После таких великих, хотя и сто раз заблуждавшихся (под гнетом понятий своего века) художников XVIII столетия, как Фальконэ и Гудон, вдруг является на сцену итальянец Канова, человек не бесталантный, но художник слабый духом, сладкий формами, приторный, манерный, нечто вроде лайковой кожи и Беллини, — и его торжествам, чествованиям и прославлениям не было пределов. Сама сестра Наполеона I, принцесса Полина Боргезе, позирует для него совершенно нагая для «Венеры», сам ее брат позирует перед ним совершенно нагой для статуи «Император», вся европейская аристократия, французская, английская и итальянская, рвется попасть под резец «воскресителя древней скульптуры» или добыть для своих дворцов его Геб, Венер, Амуров, Граций.
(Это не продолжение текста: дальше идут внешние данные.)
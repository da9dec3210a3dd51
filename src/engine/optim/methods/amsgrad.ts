import { choice } from '../settings';
import { AMSGRAD_FORMS, scaleByAmsgrad } from '../transforms';
import { firstOrderChain } from './firstOrder';
import { defineMethod } from './method';
import { beta1, beta2, epsilon } from './sharedSettings';

/**
 * AMSGrad (Reddi, Kale & Kumar, "On the Convergence of Adam and Beyond", ICLR 2018, Algorithm 2):
 * Adam whose denominator uses the running maximum of the second moment, so no coordinate's effective
 * step grows.
 *   'max-raw-moment' (default; Adam(amsgrad=True)): vmax_t = max(vmax_{t-1}, v_t),
 *       x_t = x_{t-1} - lr_t [m_t/(1 - b1^t)] / (sqrt(vmax_t/(1 - b2^t)) + eps);
 *   'max-corrected-moment' (optax.amsgrad): bias-correct first, then the maximum: vmax_t = max(vmax_{t-1}, v_t/(1 - b2^t));
 *   'no-bias-correction': vmax_t = max(vmax_{t-1}, v_t), x_t = x_{t-1} - lr_t m_t / (sqrt(vmax_t) + eps), no bias
 *       correction; the paper has no eps (set epsilon 0) and analyses lr_t = alpha / sqrt(t)
 *       (inverse-time schedule, decayRate 1, power 0.5).
 * The PyTorch and Optax forms differ from t = 2 on when the bias-corrected v falls. Defaults as Adam.
 */
export const amsgrad = defineMethod({
    kind: 'amsgrad',
    label: 'AMSGrad',
    defaultLearningRate: 0.001,
    family: 'first-order',
    settings: {
      beta1: beta1(),
      beta2: beta2(),
      epsilon: epsilon(1e-8),
      form: choice(AMSGRAD_FORMS, {
        help: "'max-raw-moment': maximum of the raw second moment, then bias correction; 'max-corrected-moment': maximum of the bias-corrected second moment; 'no-bias-correction': maximum of the raw moment and no bias correction at all (Reddi, Kale & Kumar 2018, Algorithm 2).",
      }),
    },
    defaultWeightDecay: 0,
    summary: "Adam with a non-decreasing second-moment estimate, fixing Adam's non-convergence examples.",
    source: 'S. J. Reddi, S. Kale & S. Kumar, "On the Convergence of Adam and Beyond", ICLR 2018.',
  build: (s, spec) => firstOrderChain('AMSGrad', spec, [scaleByAmsgrad(s.beta1, s.beta2, s.epsilon, s.form)]),
});
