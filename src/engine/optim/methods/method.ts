import type { HyperparameterInfo } from '../settings';
import type { OptimizerInfo, ResolvedSpec } from '../spec';
import type { Optimizer } from '../types';

/**
 * Everything Fall Line knows about one optimizer kind: its metadata (label, defaults, settings with
 * their ranges, source) and how to build it from a validated, defaults-filled spec.
 */
export interface MethodDefinition {
  info: OptimizerInfo;
  build(spec: ResolvedSpec): Optimizer;
  /**
   * Constraints between settings that single-setting ranges cannot express, as [field, message]
   * pairs (message without the kind prefix). Called only when every setting is individually valid.
   */
  crossChecks?(spec: ResolvedSpec): [string, string][];
  /**
   * For kinds whose settings depend on the spec itself (a rule declares its own): the settings of
   * this spec, or the [field, message] that makes it unusable. Replaces `info.hyperparameters`.
   */
  settingsOf?(spec: Record<string, unknown>): { settings: HyperparameterInfo[] } | { field: string; message: string };
}

export const num = (spec: ResolvedSpec, name: string): number => spec.hyper[name] as number;
export const str = <T extends string>(spec: ResolvedSpec, name: string): T => spec.hyper[name] as T;
export const bool = (spec: ResolvedSpec, name: string): boolean => spec.hyper[name] as boolean;
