import type { OptimizerKind } from '../spec';
import { adagrad } from './adagrad';
import { adam } from './adam';
import { adamw } from './adamw';
import { amsgrad } from './amsgrad';
import { gd } from './gd';
import { lbfgs } from './lbfgs';
import type { MethodDefinition } from './method';
import { momentum } from './momentum';
import { nadam } from './nadam';
import { nesterov } from './nesterov';
import { newton } from './newton';
import { rmsprop } from './rmsprop';
import { rule } from './rule';

/**
 * The registry: one method per optimizer kind, in the order the settings panel lists them. The mapped
 * type makes the compiler insist on a method for every member of `OptimizerKind` (spec.ts); the schema
 * of the experiment file and every list of kinds are read from here.
 */
const BY_KIND: { readonly [K in OptimizerKind]: MethodDefinition } = {
  gd,
  momentum,
  nesterov,
  adagrad,
  rmsprop,
  adam,
  adamw,
  amsgrad,
  nadam,
  lbfgs,
  newton,
  rule,
};

export const METHODS: readonly MethodDefinition[] = Object.values(BY_KIND);

for (const [kind, method] of Object.entries(BY_KIND))
  if (method.info.kind !== kind) throw new Error(`optimizer registry: the method under '${kind}' declares kind '${method.info.kind}'`);

export function methodFor(kind: OptimizerKind): MethodDefinition | undefined {
  return Object.hasOwn(BY_KIND, kind) ? BY_KIND[kind] : undefined;
}

export type { MethodDefinition } from './method';
export { wrapFirstOrder, firstOrderChain } from './firstOrder';
export type { LbfgsState } from './lbfgs';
Но скоро его смещает с трона датчанин Торвальдсен. Опять торжества, опять восторги и ликования. «Он догнал греков, он, пожалуй, и перегнал их!» — восклицают толпы, глубоко обрадованные, и с богопочтением взирают на его «Язонов», «Граций», летящую «Ночь», летящую «Зарю», на его «Амуров», «Психей», «Ганимедов», «Меркуриев», на его барельефы, считаемые высокими chefs d'oeuvre'ами (в том числе фарисейская «Процессия Александра Македонского», затеянная было в начале 1812 года для подобострастного прославления Наполеона), на его изображения львов, коней и других животных, которых, впрочем, он умел лепить лишь очень плохо; наполняют ими свои музеи и палаццы; все требуют с него композиций на всевозможные сюжеты, бюстов и статуй с живых и мертвых, великих, малых и средних людей, и он выполняет заказы свои не без таланта, с известным изяществом и грацией, но холодно, вяло, скучно, без искры огня, чувства и вдохновения, — и скоро все изменяют ему, точно как недавно Канове. К началу второй половины столетия его великая слава пала, и вся художественная жизнь его была названа «одной сплошной ошибкой». Это было объявлено значительнейшим английским критиком Пальгревом во время всемирной выставки 1862 года, и никто от таких слов не приходил уже в негодование, никто не протестовал. Кредит Торвальдсена был уже подорван во всех умах и чувствах. Он более не годился веку. Его соответствие нашему времени было только призрачное. (Заметим, впрочем, что его «Христос», как ни «античен» и холоден в корню, а все-таки есть лучший из всех идеальных Христов, вылепленных европейскою скульптурою в течение целых почти двух тысяч лет.)